3.3.  IPv4-Embedded IPv6 Multicast Address

   For the delivery of the IPv4-IPv6 multicast interconnection services,
   a dedicated multicast prefix denoted as MPREFIX64 should be
   provisioned (e.g., using NETCONF or
   [I-D.ietf-softwire-multicast-prefix-option]) to any function
   requiring to build an IPv4-Embedded IPv6 Multicast Address based on
   an IPv4 multicast address.  MPREFIX64 can be of ASM or SSM type.
   When both modes are used, two prefixes are required to be
   provisioned.

   The length of MPREFIX64 MUST be /96.  For SSM, MPREFIX64 MUST be
   equal to ff3x:0:8000::/96.  For the ASM mode, MPREFIX64 MUST have the
   M-bit set to 1.  Furthermore, the format of the ASM_MPREFIX64 should
   follow what is specified in [RFC3306] and [RFC3956] if corresponding
   mechanisms are used.  If not, bits 21-96 can be set to any value.

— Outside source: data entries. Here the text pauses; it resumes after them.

"""Statistical comparison of configurations over several datasets.

Plain numpy/scipy functions on arrays; no pandas inside. The procedures are
the ones recommended by Demšar, "Statistical Comparisons of Classifiers over
Multiple Data Sets", JMLR 7 (2006) 1-30, and by García & Herrera, "An
Extension on 'Statistical Comparisons of Classifiers over Multiple Data Sets'
for all Pairwise Comparisons", JMLR 9 (2008) 2677-2694:

* two configurations over N datasets: :func:`signed_rank` (Wilcoxon) and
  :func:`sign_test`;
* k configurations over N datasets: :func:`friedman` (average ranks,
  chi-square and Iman-Davenport F), :func:`nemenyi_cd`;
* post-hoc z tests on average ranks: :func:`vs_control` (Holm, Finner, Li,
  Bonferroni-Dunn) and :func:`all_pairs` (Holm, Shaffer's static procedure);
* adjusted p-values: :func:`holm`, :func:`finner`, :func:`li`,
  :func:`shaffer`, :func:`bonferroni`;
* how far a test can go with N datasets: :func:`min_signed_rank_p`,
  :func:`small_n_warnings`;
* two configurations on one dataset over its folds: :func:`corrected_resampled_t`
  (Nadeau & Bengio, Machine Learning 52, 2003) and :func:`bayes_correlated_t`;
  across datasets, Bayesian: :func:`bayes_signed_rank` (both after Benavoli,
  Corani, Demšar & Zaffalon, "Time for a Change: a Tutorial for Comparing
  Multiple Classifiers Through Bayesian Analysis", JMLR 18 (2017) 1-36).

Scores are "higher is better" unless ``higher_is_better=False`` is given
(error, time, rule counts). Scores are rounded to :data:`DECIMALS` decimal
places before any comparison, so that values that are equal as printed
(0.768 - 0.763 and 0.936 - 0.931) tie, as they do in the published tables.
"""

from __future__ import annotations

import math
from dataclasses import dataclass
from functools import lru_cache
from typing import Literal

import numpy as np
from scipy import stats as _st

__all__ = [
    "DECIMALS",
    "SignedRankResult",
    "SignTestResult",
    "FriedmanResult",
    "PostHocResult",
    "signed_rank",
    "sign_test",
    "friedman",
    "friedman_from_ranks",
    "rank_rows",
    "nemenyi_q",
    "nemenyi_cd",
    "bonferroni",
    "holm",
    "finner",
    "li",
    "shaffer",
    "shaffer_max_true",
    "vs_control",
    "all_pairs",
    "min_signed_rank_p",
    "small_n_warnings",
    "CorrectedTResult",
    "corrected_resampled_t",
    "BayesResult",
    "bayes_signed_rank",
    "bayes_correlated_t",
]

#: Decimal places kept before ranking or comparing scores; rounding makes
#: floating-point noise (1e-16) never decide a win or break a tie.
DECIMALS = 12

ZeroMethod = Literal["demsar", "wilcox", "pratt"]
PMethod = Literal["auto", "exact", "approx"]


# --------------------------------------------------------------------------
# Wilcoxon signed-rank test
# --------------------------------------------------------------------------


@dataclass(frozen=True)
class SignedRankResult:
    """Wilcoxon signed-rank test of configuration A against B over datasets."""

    #: Sum of ranks of datasets where A is better than B (with the zero share).
    r_plus: float
    #: Sum of ranks of datasets where B is better than A (with the zero share).
    r_minus: float
    #: T = min(R+, R-), the statistic of Demšar's Table 2 and of scipy.
    statistic: float
    #: Two-sided p-value.
    p_value: float
    #: Number of datasets that entered the ranking.
    n: int
    #: Zero-difference convention used: "demsar", "wilcox" or "pratt".
    zero_method: str
    #: How the p-value was computed: "exact" or "approx" (normal, no continuity correction).
    method: str
    #: Number of datasets with a zero difference (before any was dropped).
    zeros: int = 0


def _differences(a, b, higher_is_better: bool) -> np.ndarray:
    a = np.asarray(a, dtype=float)
    b = np.asarray(b, dtype=float)
    if a.shape != b.shape or a.ndim != 1:
        raise ValueError(f"a and b must be 1-d arrays of the same length, got {a.shape} and {b.shape}")
    if not (np.isfinite(a).all() and np.isfinite(b).all()):
        raise ValueError("a and b must be finite: exclude datasets with missing cells before testing")
    d = np.round(a - b, DECIMALS)
    return d if higher_is_better else -d
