def test_compare_excludes_and_names_missing_datasets(sweep_results):
    res = _partial(sweep_results, lambda f: (f["dataset"] == "wine") & (f["config_id"] == "k7"))
    comp = report.compare(res, "tfull", "k7")
    assert comp.excluded == [{"dataset": "wine", "reason": "k7 has no results"}] and "wine" not in comp.datasets
    assert "  wine: k7 has no results" in comp.to_text()
    with pytest.raises(SelectionError, match="same configuration"):
        report.compare(res, "tfull", "worker=tree,max_depth=none")


def test_rank_equals_pandas_and_scipy(sweep_results):
    rr = report.rank(sweep_results, tie_correction=True)
    means = _groupby_means(sweep_results)
    ranks = means.round(12).rank(axis=1, ascending=False).mean()
    np.testing.assert_allclose(rr.friedman.average_ranks, ranks[rr.configs])
    # Reference implementation: scipy.stats.friedmanchisquare (tie-corrected).
    assert rr.friedman.chi2 == pytest.approx(sst.friedmanchisquare(*means.to_numpy().T).statistic)
    assert rr.posthoc.method == "shaffer" and len(rr.posthoc.pairs) == 10
    assert "tie-corrected" in rr.to_text()


def _demsar_results():
    from tests.test_stats import DEMSAR_AUC

    names = ["C4.5", "C4.5+m", "C4.5+cf", "C4.5+m+cf"]
    rows = [{"key": f"{i}{j}", "dataset": f"d{i:02d}", "config_id": names[j], "worker": "c45", "repeat": 0,
             "fold": 0, "accuracy": DEMSAR_AUC[i, j], "m": "m" in names[j][4:], "cf": "cf" in names[j]}
            for i in range(14) for j in range(4)]
    frame = pd.DataFrame(rows)
    return SweepResults(frame, ["m", "cf"], frame[["dataset", "config_id"]].assign(jobs=1))
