"""Faults, each with real processes and real signals (no mocks of the engine).

(a) a dask worker process SIGKILLed mid-job: its jobs run again elsewhere, the sweep completes;
(b) a job that kills its worker every time (``os._exit``): failed after ``max_attempts`` with the
    reason, the rest completes (joblib and dask);
(c) the driver SIGKILLed again and again while it commits results constantly: the SQLite store
    passes ``PRAGMA integrity_check``, nothing is half-written, no committed result is lost or
    changed;
(d) two drivers started together on one spec and one SQLite tracker: every job done exactly once,
    none ran to completion twice, in about half the wall time of one driver;
(e) a job over its ``time_limit`` is stopped and recorded as timed out (joblib and dask);
(f) SIGTERM (and SIGHUP) to the driver mid-run, as a batch scheduler sends at the wall time (joblib
    and dask): every finished result committed, no job left running, exit 128 + the signal;
(g) the driver SIGKILLed mid-run (joblib and dask): no process of the run alive 10 s later, ``status``
    shows its jobs as held by a driver that is gone, the next run removes its scratch folder and
    does exactly the rest;
(h) a second driver in another PID namespace (``unshare``, as in another container) on the same
    host and tracker: both finish, no crash, every job done once.

Each test prints its figures (``pytest -s``): jobs planned, done, duplicates, lost results and the
re-runs the fault caused (runs to completion beyond one per job, from the worker's own log).
"""

from __future__ import annotations

import collections
import json
import os
import random
import signal
import sqlite3
import subprocess
import time
from pathlib import Path
from typing import Any

import pytest

from tests.conftest import run_foldsweep, start_foldsweep

pytestmark = pytest.mark.slow

WORKER = "tests.fault_workers:FAULTY"


# ---- helpers --------------------------------------------------------------------------------

def write_spec(folder: Path, *, configs: int, seconds: float = 0.0, text_kb: int = 0, crash: bool = False,
               time_limit: float | None = None, max_attempts: int = 2, slow: float | None = None) -> Path:
    """A spec of ``configs`` configurations × 2 folds of iris (plus one crashing configuration)."""
    folder.mkdir(parents=True, exist_ok=True)
    head = f"max_attempts = {max_attempts}\n" + (f"time_limit = {time_limit}\n" if time_limit else "")
    text = f"""name = "faults"
{head}
[folds]
k = 2
seed = 3
[[dataset]]
name = "iris"
builtin = "iris"
[[model]]
name = "ok"
worker = "{WORKER}"
fixed = {{ seconds = {seconds}, text_kb = {text_kb} }}
grid = {{ index = {list(range(configs))} }}
"""
    if crash:
        text += f'[[model]]\nname = "crasher"\nworker = "{WORKER}"\nfixed = {{ crash = true, index = 999999 }}\n'
    if slow is not None:
        text += f'[[model]]\nname = "slow"\nworker = "{WORKER}"\nfixed = {{ seconds = {slow}, index = 888888 }}\n'
    path = folder / "faults.toml"
    path.write_text(text)
    return path


def watch_env(folder: Path) -> dict[str, str]:
    return {"FOLDSWEEP_FAULT_LOG": str(folder / "completed.log"),
            "FOLDSWEEP_FAULT_STARTED": str(folder / "started.log")}


def ok(proc: Any) -> Any:
    assert proc.returncode == 0, f"exit {proc.returncode}\nstdout:\n{proc.stdout}\nstderr:\n{proc.stderr}"
    return proc


def run_json(spec: Path, *extra: str, env: dict[str, str] | None = None) -> dict[str, Any]:
    proc = run_foldsweep("run", spec, "--json", "--progress", "none", *extra, env=env, timeout=240)
    assert proc.returncode in (0, 1), f"exit {proc.returncode}\nstdout:\n{proc.stdout}\nstderr:\n{proc.stderr}"
    summary = json.loads(proc.stdout.strip().splitlines()[-1])
    # sweep.cli: exit code 1 when jobs of the sweep are failed, 0 when none is
    assert proc.returncode == (1 if summary["failed"] else 0), (proc.returncode, summary)
    return summary


def query(db: Path, sql: str) -> list[tuple[Any, ...]]:
    conn = sqlite3.connect(f"file:{db}?mode=ro", uri=True, timeout=30)
    try:
        return conn.execute(sql).fetchall()
    finally:
        conn.close()
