import { InputError } from './errors.ts';

/** One float channel, row-major, x right, y down. The shape every analysis works on. */
export interface Plane {
  width: number;
  height: number;
  data: Float32Array;
}

export function makePlane(width: number, height: number, data?: Float32Array): Plane {
  if (!Number.isInteger(width) || !Number.isInteger(height) || width < 1 || height < 1) {
    throw new InputError(`image size ${width}x${height} is not a positive whole number of pixels`);
  }
  const d = data ?? new Float32Array(width * height);
  if (d.length !== width * height) {
    throw new InputError(`plane data has ${d.length} values but ${width}x${height} needs ${width * height}`);
  }
  return { width, height, data: d };
}
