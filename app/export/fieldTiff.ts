/**
 * The page's side of the float TIFF export: the field lives in the analysis worker, which writes it
 * with src/report/fieldTiff.ts (fieldTiffBytes: the bytes `--field-out` writes) and hands the
 * bytes over. The worker command is declared here until it joins the worker's command table.
 */
import type { OrientOptions } from '../../src/analyses/index.ts';
import type { AnalysisClient, ProgressFn } from '../worker/client.ts';

/**
 * Worker command `fieldTiff`: the texture field of the image held under `key`, made with `options`
 * (the cached one when the options match), as fieldTiffBytes(field, description).
 */
export interface FieldTiffCommand { args: { key: string; options: OrientOptions; description: string }; reply: { bytes: ArrayBuffer } }

export class FieldExportUnavailable extends Error {
  constructor() {
    super('this version of the analysis worker cannot hand over fields yet; use the command line shown under the results (--field-out FILE.tif) to write the same file');
    this.name = 'FieldExportUnavailable';
  }
}

/** Asks the worker for the field TIFF; FieldExportUnavailable when the worker lacks the command. */
export async function requestFieldTiff(client: AnalysisClient, args: FieldTiffCommand['args'], progress?: ProgressFn): Promise<Uint8Array> {
  const call = client.call as unknown as (c: 'fieldTiff', a: FieldTiffCommand['args'], p?: ProgressFn) => Promise<FieldTiffCommand['reply']>;
  try {
    return new Uint8Array((await call.call(client, 'fieldTiff', args, progress)).bytes);
  } catch (e) {
    if (/unknown command "fieldTiff"/.test((e as Error).message)) throw new FieldExportUnavailable();
    throw e;
  }
}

   Figure 2 shows how to build an IPv4-Embedded IPv6 Multicast Address
   using a configured MPREFIX64 and an IPv4 multicast address.  The low-
   order 32 bits MUST include an IPv4 multicast address.  The enclosed
   IPv4 multicast address SHOULD NOT be in 232/8 range if an
   ASM_PREFIX64 is configured.  The enclosed IPv4 multicast address
   SHOULD be in 232/8 range if an SSM_PREFIX64 is configured.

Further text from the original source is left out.